2. Algorithmic Transparency: The AI systems utilized in courts must be required to disclose the parameters used in their decision-making processes, to maintain procedural fairness.
3. Data Protection: There must be adherence to the Digital Personal Data Protection Act, and secure treatment of judicial data.
4. Ethical and Technical Standards: The AI Ethics Commission for the Judiciary should be established to govern and certify AI tools designed for the judiciary.
5. Training and Capacity Building: The Judicial Officer must be provided training in AI literacy to ensure the competent use of technological tools.
IX. The Way Forward: Harmonizing Technology with Justice
Chief Justice D.Y. Chandrachud has consistently argued for a “judiciary that is technologically empowered, yet human-centered.” The challenge is to take advantage of the potential of AI while upholding human judgment, empathy, and constitutional morality. In Navtej Singh Johar v. Union of India [(2018) 10 SCC 1], the Supreme Court endorsed the view that the Constitution is a “living document” and can evolve in response to changes in society. The same holds true for the process of evolution of the judiciary, and the challenges it faces, while retaining its human aspect.
X. Conclusion
Artificial Intelligence holds uncharted possibilities for reforming the judiciary– speed, consistency, transparency. These aspects must nonetheless be ensured within a constitutional framework as part of decision-making. The difference presently facing the Indian judiciary is whether AI can be accepted as an assistive tool rather than a replacement in the absence of judicial conscience. A robust legal and ethical framework based on Articles 14, 19, 21 and 50 can even strengthen rather than replace the rule of law if AI does not supplant the conscience of the judiciary.

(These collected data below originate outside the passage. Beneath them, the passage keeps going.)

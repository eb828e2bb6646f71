"""The parts of every map besides the product: hillshade, frame, scale bar, north arrow.

:func:`hillshade` shades the DEM under each map; :class:`MapFrame` says
where the grid lies and in which CRS; :func:`add_scale_bar` and
:func:`add_north_arrow` draw on map axes in CRS units.
"""

from __future__ import annotations

import math
from dataclasses import dataclass

import numpy as np
from matplotlib.patches import Rectangle

from .. import _validate
from .._numba import njit_parallel, prange
from ..errors import InputError

# ---------------------------------------------------------------------------
# Hillshade
# ---------------------------------------------------------------------------


def hillshade(z, dx, dy, *, azimuth_deg=315.0, altitude_deg=45.0):
    r"""Lambertian hillshade of a DEM, 0 (dark) to 1 (facing the light).

    Parameters
    ----------
    z : array_like, shape (rows, cols)
        Elevations, m; NaN is nodata. Row 0 is north.
    dx, dy : float
        Cell width and height, m (> 0).
    azimuth_deg : float
        Direction the light comes from, degrees clockwise from north
        (default 315, north-west, the usual cartographic choice).
    altitude_deg : float
        Elevation of the light above the horizon, degrees in (0, 90].

    Returns
    -------
    numpy.ndarray of float32, shape (rows, cols)
        Shade in [0, 1]; NaN where ``z`` is nodata. Slopes facing away from
        the light by more than 90 degrees get 0.

    Raises
    ------
    InputError
        Bad surface or cell size (see :func:`slopescreen.terrain.slope_aspect`),
        or an altitude outside (0, 90].

    Notes
    -----
    With slope :math:`S` and aspect :math:`A` from Horn's (1981) 3x3
    differences, light zenith :math:`Z = 90^\circ - \text{altitude}` and
    azimuth :math:`\phi`, the shade is the cosine of the angle between the
    surface normal and the light (Lambert's law):

    .. math::

        h = \max\bigl(0,\ \cos Z \cos S + \sin Z \sin S \cos(\phi - A)\bigr)

    References
    ----------
    Horn, B.K.P. (1981). Hill shading and the reflectance map. Proceedings
    of the IEEE 69(1), 14-47. doi:10.1109/PROC.1981.11918 (from memory).

    Examples
    --------
    >>> import numpy as np
    >>> flat = np.zeros((4, 4))
    >>> round(float(hillshade(flat, 5.0, 5.0, altitude_deg=30.0)[1, 1]), 3)   # cos(60 deg)
    0.5
    """
    from ..terrain import slope_aspect

    arr, valid = _validate.surface(z, name="z")
    dx, dy = _validate.cell_size(dx, dy)
    alt = float(altitude_deg)
    if not (0.0 < alt <= 90.0):
        raise InputError(f"altitude_deg: expected a light elevation in (0, 90] degrees, got {altitude_deg!r}")
    az = float(azimuth_deg)
    if not math.isfinite(az):
        raise InputError(f"azimuth_deg: expected a finite direction in degrees, got {azimuth_deg!r}")
    slope, aspect = slope_aspect(arr, dx, dy)
    out = np.empty(arr.shape, dtype=np.float32)
    _hillshade_kernel(slope, aspect, math.radians(90.0 - alt), math.radians(az % 360.0), out)
    return out


@njit_parallel
def _hillshade_kernel(slope_deg, aspect_deg, zenith, azimuth, out):
    """Lambert shade from slope and aspect (degrees); aspect NaN means flat."""
    rows, cols = out.shape
    cz = math.cos(zenith)
    sz = math.sin(zenith)
    d2r = math.pi / 180.0
    for r in prange(rows):
        for c in range(cols):
            s = slope_deg[r, c]
            if np.isnan(s):
                out[r, c] = np.nan
                continue
            sr = s * d2r
            h = cz * math.cos(sr)
            a = aspect_deg[r, c]
            if not np.isnan(a):
                h += sz * math.sin(sr) * math.cos(azimuth - a * d2r)
            out[r, c] = h if h > 0.0 else 0.0


# ---------------------------------------------------------------------------
# Frame, scale bar, north arrow
# ---------------------------------------------------------------------------


@dataclass(frozen=True)
class MapFrame:
    """Where a grid lies on the map and how to label it.

    Attributes
    ----------
    extent : tuple of float
        (left, right, bottom, top) in CRS units.
    linear_unit_m : float
        Size of the CRS unit in metres.
    crs_label : str
        CRS as shown on the map, e.g. ``"EPSG:32633 (WGS 84 / UTM zone 33N)"``.
    cell_m : float
        Cell size in metres, for the footer.
    """

    extent: tuple
    linear_unit_m: float = 1.0
    crs_label: str = "unknown CRS"
    cell_m: float | None = None

    @classmethod
    def from_grid(cls, grid) -> "MapFrame":
        """Frame of a :class:`slopescreen.grid.Grid`."""
        t = grid.transform
        rows, cols = grid.shape
        left, top = t.c, t.f
        right, bottom = left + cols * t.a, top + rows * t.e
        return cls(extent=(left, right, bottom, top), linear_unit_m=grid.linear_unit_m,
                   crs_label=crs_label(grid.crs),
                   cell_m=grid.dx_m if abs(grid.dx_m - grid.dy_m) < 1e-9 else None)


def crs_label(crs) -> str:
    """``AUTHORITY:CODE (name)`` of a rasterio CRS, or its short string."""
    if crs is None:
        return "unknown CRS"
    text = crs.to_string()
    name = None
    wkt = crs.to_wkt()
    if '"' in wkt:
        name = wkt.split('"', 2)[1]
    return f"{text} ({name})" if name and name not in text else text


def nice_length(max_length):
    """Largest 1, 2 or 5 times a power of ten that is <= ``max_length``.

    Examples
    --------
    >>> nice_length(560.0), nice_length(1999.0), nice_length(7.3)
    (500.0, 1000.0, 5.0)
    """
    if not (max_length > 0 and math.isfinite(max_length)):
        raise InputError(f"max_length: expected a positive length, got {max_length!r}")
    power = 10.0 ** math.floor(math.log10(max_length))
    for step in (5.0, 2.0, 1.0):
        if step * power <= max_length * (1 + 1e-12):
            return step * power
    return power  # pragma: no cover - 1 x power always fits


def add_scale_bar(ax, frame: MapFrame, *, fraction=0.22):
    """Draw a scale bar in the lower-left corner of a map.

    Parameters
    ----------
    ax : matplotlib.axes.Axes
        Map axes in CRS units.
    frame : MapFrame
    fraction : float
        Largest share of the map width the bar may take.

    Returns
    -------
    length_m : float
        Ground length of the bar, metres.
    segments : list of matplotlib.patches.Rectangle
        The bar's two halves, in CRS units.
    """
    left, right, bottom, top = frame.extent
    width_m = (right - left) * frame.linear_unit_m
    length_m = nice_length(fraction * width_m)
    length = length_m / frame.linear_unit_m
    height = 0.012 * (top - bottom)
    x0 = left + 0.04 * (right - left)
    y0 = bottom + 0.05 * (top - bottom)
    ax.add_patch(Rectangle((x0 - 0.015 * (right - left), y0 - 0.02 * (top - bottom)),
                           length + 0.03 * (right - left), 0.075 * (top - bottom),
                           facecolor="white", edgecolor="none", alpha=0.9, zorder=20))
    segments = []
    for i, colour in enumerate(("black", "white")):
        seg = Rectangle((x0 + i * length / 2, y0), length / 2, height, facecolor=colour,
                        edgecolor="black", linewidth=0.8, zorder=21)
        ax.add_patch(seg)
        segments.append(seg)
    label = f"{length_m / 1000:g} km" if length_m >= 1000 else f"{length_m:g} m"
    ax.text(x0 + length / 2, y0 + 1.6 * height, label, ha="center", va="bottom", fontsize=8,
            zorder=22)
    return length_m, segments


def add_north_arrow(ax):
    """Draw a north arrow in the upper-right corner (the grid is north-up).

    Returns
    -------
    matplotlib.text.Text
        The ``N`` label.
    """
    x = 0.94
    ax.add_patch(Rectangle((x - 0.04, 0.80), 0.08, 0.185, transform=ax.transAxes, facecolor="white",
                           edgecolor="none", alpha=0.9, zorder=20))
    ax.annotate("", xy=(x, 0.94), xytext=(x, 0.82), xycoords="axes fraction",
                arrowprops=dict(facecolor="black", edgecolor="black", width=3, headwidth=10,
                                headlength=10), zorder=21)
    return ax.text(x, 0.945, "N", transform=ax.transAxes, ha="center", va="bottom", fontsize=11,
                   fontweight="bold", zorder=22)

As Justice Krishna Iyer said, “Technology is a good servant and a dangerous master.” The challenge for the Indian judiciary is to continue to ensure that AI is the former, that it assists in the pursuit of justice and avoid becoming the latter– the making of judgment.
References:
1. Maneka Gandhi v. Union of India, (1978) 1 SCC 248.
2. K.S. Puttaswamy v. Union of India, (2017) 10 SCC 1.
3. State v. Loomis, 881 N.W.2d 749 (Wis. 2016).
4. Union of India v. R. Gandhi, (2010) 11 SCC 1.
5. Navtej Singh Johar v. Union of India, (2018) 10 SCC 1.
6. State of Uttar Pradesh v. Raj Narain, (1975) 4 SCC 428.
7. EU Artificial Intelligence Act, 2024.
8. Digital Personal Data Protection Act, 2023 (India).
9. National Judicial Data Grid (NJDG) Statistics, 2025.
10. NITI Aayog, AI for All: Strategy for India, 2023.